Surrogacy law will wait for experts to address critical issues

Stakeholders voice concern over unregulated multimillion-dollar industry

July 27, 2013 11:21 pm | Updated November 16, 2021 11:03 pm IST - NEW DELHI:

The Centre will set up an expert committee for wider consultations on the draft Assisted Reproductive Technologies (ART) Bill, 2010. The panel will deliberate on and address “grave and critical” concerns raised by stakeholders.

The decision was taken after the Planning Commission recommended substantive changes in the law and advised the Indian Council of Medical Research against pushing the draft Bill until after consultations were satisfactorily concluded.

The Commission will coordinate the process of forming and facilitating the committee towards developing an efficient regulatory framework and law.

At a meeting convened by the Commission here earlier this week, stakeholders made a pitched demand for setting up the expert committee, according to Sama, a non-governmental organisation working on women’s health.

The NGO was invited by the Commission as part of its Civil Society Window initiative to present its views on commercial surrogacy. The meeting, chaired by Commission member Syeda Hameed, was attended by representatives from the Commission, the Ministries of Health and Family Welfare and Law and Justice, the ICMR, the National Commission for Protection of Child Rights and the Office of the Registrar General of India.

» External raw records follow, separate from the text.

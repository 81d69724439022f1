import { describe, expect, it } from 'vitest';
import { currentFailingStreak, findingHistory, type CheckOutcomeAt } from '../src/judging/failure-history.js';

/** A crafted history: one letter per build, P = the check passed, F = it failed; build n is made on day n. */
function history(pattern: string): CheckOutcomeAt[] {
  return [...pattern].map((mark, i) => ({ sha: `b${i + 1}`, createdAt: new Date(Date.UTC(2026, 10, i + 1)).toISOString(), pass: mark === 'P' }));
}

const sha = (p: CheckOutcomeAt | null | undefined) => p?.sha ?? null;

describe('currentFailingStreak', () => {
  it('pass, pass, fail, fail: failing since the third build, two builds long', () => {
    const streak = currentFailingStreak(history('PPFF'));
    expect(sha(streak?.since)).toBe('b3');
    expect(sha(streak?.latest)).toBe('b4');
    expect(streak?.length).toBe(2);
  });

  it('a streak starts after the last pass, not at the first failure ever', () => {
    const streak = currentFailingStreak(history('FFPFFF'));
    expect(sha(streak?.since)).toBe('b4');
    expect(streak?.length).toBe(3);
  });

  it('a history that always failed fails since its first build', () => {
    expect(sha(currentFailingStreak(history('FFF'))?.since)).toBe('b1');
  });

  it('is null when the newest build passes, or there is no build', () => {
    expect(currentFailingStreak(history('FFP'))).toBeNull();
    expect(currentFailingStreak([])).toBeNull();
  });

  it('orders by build time, not by the order given', () => {
    const shuffled = history('PPFF').reverse();
    expect(sha(currentFailingStreak(shuffled)?.since)).toBe('b3');
  });

  it('a single failing build is a streak of one since itself', () => {
    const streak = currentFailingStreak(history('PPPF'));
    expect(sha(streak?.since)).toBe('b4');
    expect(streak?.length).toBe(1);
  });
});

describe('findingHistory', () => {
  it('counts every failing build and keeps the first as first seen, passes in between included', () => {
    const h = findingHistory(history('PFFPFF'));
    expect(sha(h.firstSeen)).toBe('b2');
    expect(h.occurrences).toBe(4);
    expect(sha(h.failingSince)).toBe('b5');
  });

  it('starts after an earlier finding of the same check was closed', () => {
    // b1–b2 belonged to a finding closed on day 3 (between b2 and b3, at noon); this one began at b4.
    const closed = new Date(Date.UTC(2026, 10, 3, 12));
    const h = findingHistory(history('FFPFF'), closed);
    expect(sha(h.firstSeen)).toBe('b4');
    expect(h.occurrences).toBe(2);
    expect(sha(h.failingSince)).toBe('b4');
  });

  it('a finding whose check passes now has no "failing since"', () => {
    const h = findingHistory(history('PFFP'));
    expect(sha(h.firstSeen)).toBe('b2');
    expect(h.occurrences).toBe(2);
    expect(h.failingSince).toBeNull();
  });

  it('nothing failing: no first sighting and no occurrences', () => {
    expect(findingHistory(history('PPP'))).toEqual({ firstSeen: null, occurrences: 0, failingSince: null });
  });
});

The discussion flagged concerns over the unregulated multimillion-dollar industry, unethical practices, especially lack of protection of surrogate women’s health and rights, sex selection, lack of employment opportunities, health and rights of children born through surrogacy and issues of their citizenship.

In to the presence of R.S. Sharma (member-secretary Drafting Committee of the Draft ART Bills 2008 and 2010), members raised “short-sightedness” of some of the provisions, lack of transparency, consultative processes involving domain experts including organisations in the drafting of the Bill, and lack of clarity on nodal authority.

The ART Bill has been hanging fire since 2008 when the first draft was prepared. It was revised in 2010 but is yet to get Law Ministry approval, after which it will go to the Cabinet for clearance.